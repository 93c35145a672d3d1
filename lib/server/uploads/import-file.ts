import { setImmediate as nextTurn } from 'node:timers/promises';
import type { RowProblem } from '@/db/schema';
import type { UploadMapping } from '@/lib/contracts/forms/readings';
import { decodeText } from '@/lib/evidence/import/decode-text';
import { importReadings } from '@/lib/evidence/import/import-readings';
import type { ImportedReading } from '@/lib/evidence/import/mapping';
import { stampText } from '@/lib/format';
import { AppError } from '../errors';
import { splitRecords } from './split-records';

/** A reading with its time counted from the setting. */
export type TimedReading = {
  row: number;
  readout: string;
  minutes: number;
  value: number | null;
  state: ImportedReading['state'];
};

export type ImportedFile = {
  rows: TimedReading[];
  problems: RowProblem[];
  /** All problems, listed or not. */
  refused: number;
  remarks: string[];
};

/** Nothing of the file could be taken; `problems` says why, row by row. */
export class UploadRefused extends AppError {
  constructor(
    message: string,
    readonly problems: RowProblem[],
    mend?: string,
  ) {
    super('invalid-input', message, { at: 'file', mend });
  }
}

/** Cells read at one go: the server answers others in between, and no part has more problems than are listed. */
const PART_CELLS = 900;
const MOST_RECORDS = 500_000;
const MOST_READINGS = 500_000;
const MOST_LISTED = 500;
const LONGEST_MINUTES = 100 * 365.25 * 1440;

type Setting = { setAt: Date; timeZone: string; now: Date };

const minutesSince = (setAt: Date, time: number | string) =>
  typeof time === 'number' ? time : (Date.parse(time) - setAt.getTime()) / 60_000;

class Collected {
  readonly rows: TimedReading[] = [];
  readonly problems: RowProblem[] = [];
  refused = 0;
  ahead = 0;
  private readonly seen = new Map<string, number>();

  constructor(private readonly setting: Setting) {}

  report(problem: RowProblem): void {
    this.refused += 1;
    if (this.problems.length < MOST_LISTED) this.problems.push(problem);
  }

  add(reading: ImportedReading, row: number): void {
    const { setAt, timeZone, now } = this.setting;
    const minutes = minutesSince(setAt, reading.time);
    const { readout, value, state } = reading;
    const where = { row, column: readout, text: String(reading.time) };
    if (minutes < 0) {
      this.report({
        ...where,
        reason: `This time lies before the dose was set (${stampText(setAt, timeZone)}).`,
        mend: 'Choose the run that was on then, or correct the time column, its unit or its zone.',
      });
      return;
    }
    if (!(minutes <= LONGEST_MINUTES)) {
      this.report({
        ...where,
        reason: 'This time lies more than a hundred years after the setting.',
        mend: 'Correct the cell, or the declared unit of the time column.',
      });
      return;
    }
    const key = `${readout}\u0000${minutes}`;
    const first = this.seen.get(key);
    if (first !== undefined) {
      this.report({
        ...where,
        reason: `Row ${first} already holds ${readout} at this time.`,
        mend: 'Remove one of the two, or correct its time; replicates need readouts of their own.',
      });
      return;
    }
    this.seen.set(key, row);
    if (setAt.getTime() + minutes * 60_000 > now.getTime()) this.ahead += 1;
    this.rows.push({ row, readout, minutes, value, state });
  }
}

function refuseWhole(message: string, problems: RowProblem[], mend?: string): never {
  throw new UploadRefused(message, problems, mend ?? problems[0]?.mend);
}

const tooMany = (what: string) =>
  new AppError('too-large', `The file holds more than ${what}. Nothing was kept.`, {
    at: 'file',
    mend: 'Average readings in succession before the upload, or split the file.',
  });

/** One part under the file's header; a fault of the whole file or its mapping ends everything. */
function readPart(
  found: Collected,
  mapping: UploadMapping,
  part: { header: string; records: string[]; lines: number[] },
): void {
  const result = importReadings([part.header, ...part.records].join('\n'), mapping);
  const lineOf = (row: number) => part.lines[row - 2] ?? row;
  const whole = result.problems.filter((p) => p.row === 0);
  if (whole.length > 0) refuseWhole(whole[0]!.reason, whole);
  for (const p of result.problems) found.report({ ...p, row: lineOf(p.row) });
  for (const r of result.rows) found.add(r, lineOf(r.row));
  if (found.rows.length > MOST_READINGS) {
    throw tooMany(`${MOST_READINGS.toLocaleString('en')} readings`);
  }
}

function remarksOf({ ahead }: Collected): string[] {
  if (ahead === 0) return [];
  const readings = `${ahead} ${ahead === 1 ? 'reading lies' : 'readings lie'}`;
  return [`${readings} in the future: check the time column, its unit and its zone.`];
}

/**
 * Reads a file by its declared mapping, in parts: good rows with minutes since the setting, bad ones
 * with row, column, text, reason and how to mend them. A file of which nothing can be kept is refused.
 */
export async function importFile(
  file: { bytes: Uint8Array; mapping: UploadMapping },
  setting: Setting,
): Promise<ImportedFile> {
  const { mapping } = file;
  const { header, records, lines } = splitRecords(decodeText(file.bytes), mapping.delimiter);
  if (records.length > MOST_RECORDS) throw tooMany(`${MOST_RECORDS.toLocaleString('en')} rows`);
  const found = new Collected(setting);
  const size = Math.ceil(PART_CELLS / mapping.valueColumns.length);
  for (let i = 0; i === 0 || i < records.length; i += size) {
    const part = { header, records: records.slice(i, i + size), lines: lines.slice(i, i + size) };
    readPart(found, mapping, part);
    await nextTurn();
  }
  if (found.rows.length === 0) {
    refuseWhole(
      `None of the ${records.length} rows could be read. Nothing was kept.`,
      found.problems,
      'Look at the rows below: the declared marks, columns and units most often explain all of them.',
    );
  }
  return {
    rows: found.rows,
    problems: found.problems,
    refused: found.refused,
    remarks: remarksOf(found),
  };
}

==============================

## Problem to work on
How many lines in the data above contain the string "kept"? Reply with only the number.

## Finished task
3